* TASK OBJECTIVE
Copy out all lines from the entries below in which "time" occurs.

+++ DATASET RECORDS +++

/// Whether `units` are a temperature (K, degC...).
fn is_temperature(units: &str) -> bool {
    let (Ok(unit), Ok(kelvin)) = (crate::units::Unit::parse(units), crate::units::Unit::parse("K")) else { return false };
    unit.conversion_to(&kelvin).is_ok()
}

/// Recognises a vertical coordinate by its attributes, in the order CF
/// gives them weight: standard_name, then formula_terms, then units with
/// `positive`, then `positive` or `axis = Z` alone. Coordinates that are
/// not vertical (latitude, longitude, time, projection x/y) give None, and
/// so does a coordinate with nothing vertical about it.
pub fn classify_vertical(a: &VerticalAttributes) -> Option<VerticalKind> {
    let standard_name = a.standard_name.as_deref().map(str::trim).unwrap_or("");
    let units = a.units.as_deref().map(str::trim).unwrap_or("");
    let positive = a.positive.as_deref().map(|p| p.trim().to_ascii_lowercase());
    let axis_z = a.axis.as_deref().is_some_and(|x| x.trim().eq_ignore_ascii_case("z"));
    match standard_name {
        "air_pressure" => return Some(VerticalKind::Pressure),
        super::model_levels::STANDARD_NAME => return Some(VerticalKind::HybridSigmaPressure),
        "model_level_number" => return Some(VerticalKind::ModelLevelNumber),
        "air_potential_temperature" => return Some(VerticalKind::Isentropic),
        "geopotential_height" => return Some(VerticalKind::GeopotentialHeight),
        s if HEIGHT_ABOVE_GROUND.contains(&s) => return Some(VerticalKind::Height(HeightDatum::Ground)),
        s if HEIGHT_ABOVE_SEA_LEVEL.contains(&s) => return Some(VerticalKind::Height(HeightDatum::SeaLevel)),
        s if DEPTH.contains(&s) => return Some(VerticalKind::Depth),
        s if PARAMETRIC.iter().any(|(n, _)| *n == s) => return Some(VerticalKind::Parametric { standard_name: s.to_string() }),
        // Latitude, longitude, time and the projection's axes are not vertical.
        "latitude" | "longitude" | "time" | "projection_x_coordinate" | "projection_y_coordinate" | "grid_latitude" | "grid_longitude" => return None,
        _ => {}
    }
    if a.formula_terms.is_some() {
        // A parametric coordinate without (or with an unknown) standard_name.
        return Some(VerticalKind::Parametric { standard_name: standard_name.to_string() });
    }
    if !units.is_empty() && pressure_factor(units).is_some() {
        return Some(VerticalKind::Pressure);
    }
    let vertical = positive.is_some() || axis_z;
    if !vertical {
        return None;
    }
    if is_length(units) {
        return Some(match positive.as_deref() {
            Some("down") => VerticalKind::Depth,
            _ => VerticalKind::Height(HeightDatum::Unsaid),
        });
    }
    if is_temperature(units) {
        return Some(VerticalKind::Isentropic);
    }
    Some(VerticalKind::Other { units: units.to_string() })
}

impl VerticalKind {
    /// Whether Baroc reads data on this coordinate (pressure levels, and
    /// hybrid sigma-pressure model levels with their coefficients).
    pub fn is_usable(&self) -> bool {
        matches!(self, VerticalKind::Pressure | VerticalKind::HybridSigmaPressure)
    }

    /// What this coordinate is, in the trade's words.
    pub fn describe(&self) -> String {
        match self {
            VerticalKind::Pressure => "pressure".into(),
            VerticalKind::HybridSigmaPressure => "hybrid sigma-pressure model levels".into(),
            VerticalKind::Parametric { standard_name } => match PARAMETRIC.iter().find(|(n, _)| n == standard_name) {
                Some((_, words)) => format!("on {words} ({standard_name})"),
                None if standard_name.is_empty() => "a parametric vertical coordinate (it has formula_terms) of no standard_name Baroc knows".into(),
                None => format!("a parametric vertical coordinate ({standard_name})"),
            },
            VerticalKind::Height(HeightDatum::Ground) => "height above ground".into(),
            VerticalKind::Height(HeightDatum::SeaLevel) => "height above sea level".into(),
            VerticalKind::Height(HeightDatum::Unsaid) => "a height".into(),
            VerticalKind::GeopotentialHeight => "geopotential height".into(),
            VerticalKind::Depth => "a depth below the surface".into(),
            VerticalKind::Isentropic => "potential temperature (isentropic levels)".into(),
            VerticalKind::ModelLevelNumber => "model level numbers without the coefficients that give their pressure".into(),
            VerticalKind::Other { units } if units.is_empty() => "a vertical coordinate with no units".into(),
            VerticalKind::Other { units } => format!("a vertical coordinate in units `{units}`"),
        }
    }

    /// Why data on the coordinate `name` cannot be read, in the trade's
    /// words; None for the usable kinds.
    pub fn refusal(&self, name: &str) -> Option<String> {
        if self.is_usable() {
            return None;
        }
        let what = self.describe();
        Some(format!(
            "the vertical coordinate `{name}` is {what}, not pressure: Baroc needs pressure levels (or hybrid sigma-pressure model levels with their coefficients, standard_name {})",
            super::model_levels::STANDARD_NAME
        ))
    }
}

#[cfg(test)]
mod tests {
    use super::*;

    fn attributes(name: &str, pairs: &[(&str, &str)]) -> VerticalAttributes {
        let get = |k: &str| pairs.iter().find(|(n, _)| *n == k).map(|(_, v)| v.to_string());
        VerticalAttributes { name: name.into(), standard_name: get("standard_name"), units: get("units"), positive: get("positive"), axis: get("axis"), formula_terms: get("formula_terms") }
    }

    #[test]
    fn every_cf_vertical_coordinate_is_recognised() {
        // CF conventions 1.11, section 4.3 (dimensional coordinates: units
        // of pressure, length or temperature, or `positive`) and appendix D
        // (dimensionless coordinates by standard_name with formula_terms).
        let cases: Vec<(VerticalAttributes, VerticalKind)> = vec![
            (attributes("plev", &[("standard_name", "air_pressure"), ("units", "Pa")]), VerticalKind::Pressure),
            (attributes("level", &[("units", "millibar")]), VerticalKind::Pressure),
            (attributes("lev", &[("standard_name", "atmosphere_hybrid_sigma_pressure_coordinate"), ("formula_terms", "a: hyam b: hybm p0: P0 ps: PS")]), VerticalKind::HybridSigmaPressure),
            (attributes("height", &[("standard_name", "height"), ("units", "m"), ("positive", "up")]), VerticalKind::Height(HeightDatum::Ground)),
            (attributes("alt", &[("standard_name", "altitude"), ("units", "km"), ("positive", "up")]), VerticalKind::Height(HeightDatum::SeaLevel)),
            (attributes("z", &[("units", "m"), ("positive", "up")]), VerticalKind::Height(HeightDatum::Unsaid)),
            (attributes("z", &[("units", "km"), ("axis", "Z")]), VerticalKind::Height(HeightDatum::Unsaid)),
            (attributes("depth", &[("units", "m"), ("positive", "down")]), VerticalKind::Depth),
            (attributes("sigma", &[("standard_name", "atmosphere_sigma_coordinate"), ("positive", "down"), ("formula_terms", "sigma: sigma ps: ps ptop: ptop")]), VerticalKind::Parametric { standard_name: "atmosphere_sigma_coordinate".into() }),
            (attributes("lev", &[("standard_name", "atmosphere_hybrid_height_coordinate"), ("units", "m"), ("positive", "up")]), VerticalKind::Parametric { standard_name: "atmosphere_hybrid_height_coordinate".into() }),
            (attributes("s", &[("formula_terms", "s: s eta: zeta depth: h")]), VerticalKind::Parametric { standard_name: String::new() }),
            (attributes("theta", &[("standard_name", "air_potential_temperature"), ("units", "K")]), VerticalKind::Isentropic),
            (attributes("theta", &[("units", "K"), ("positive", "up")]), VerticalKind::Isentropic),
            (attributes("gph", &[("standard_name", "geopotential_height"), ("units", "m")]), VerticalKind::GeopotentialHeight),
            (attributes("level", &[("standard_name", "model_level_number"), ("positive", "down")]), VerticalKind::ModelLevelNumber),
            (attributes("k", &[("axis", "Z")]), VerticalKind::Other { units: String::new() }),
        ];
        for (a, expected) in cases {
            assert_eq!(classify_vertical(&a), Some(expected.clone()), "{a:?}");
            assert_eq!(expected.refusal(&a.name).is_none(), expected.is_usable());
        }
        // Horizontal and time coordinates are not vertical, even with axis.
        for a in [
            attributes("lat", &[("standard_name", "latitude"), ("units", "degrees_north")]),
            attributes("lon", &[("units", "degrees_east"), ("axis", "X")]),
            attributes("time", &[("units", "hours since 2031-01-01")]),
            attributes("x", &[("standard_name", "projection_x_coordinate"), ("units", "km")]),
        ] {
            assert_eq!(classify_vertical(&a), None, "{a:?}");
        }
    }

    #[test]
    fn refusals_say_what_the_coordinate_is_in_the_trade_s_words() {
        let height = classify_vertical(&attributes("height", &[("standard_name", "height"), ("units", "m"), ("positive", "up")])).unwrap();
        assert_eq!(
            height.refusal("height").unwrap(),
            "the vertical coordinate `height` is height above ground, not pressure: Baroc needs pressure levels (or hybrid sigma-pressure model levels with their coefficients, standard_name atmosphere_hybrid_sigma_pressure_coordinate)"
        );
        let sigma = classify_vertical(&attributes("sigma", &[("standard_name", "atmosphere_sigma_coordinate"), ("formula_terms", "sigma: sigma ps: ps ptop: ptop")])).unwrap();
        assert!(sigma.refusal("sigma").unwrap().starts_with("the vertical coordinate `sigma` is on sigma levels (atmosphere_sigma_coordinate), not pressure: "));
    }
}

+++

* TASK ANSWER
/// not vertical (latitude, longitude, time, projection x/y) give None, and
        // Latitude, longitude, time and the projection's axes are not vertical.
        "latitude" | "longitude" | "time" | "projection_x_coordinate" | "projection_y_coordinate" | "grid_latitude" | "grid_longitude" => return None,
        // Horizontal and time coordinates are not vertical, even with axis.
            attributes("time", &[("units", "hours since 2031-01-01")]),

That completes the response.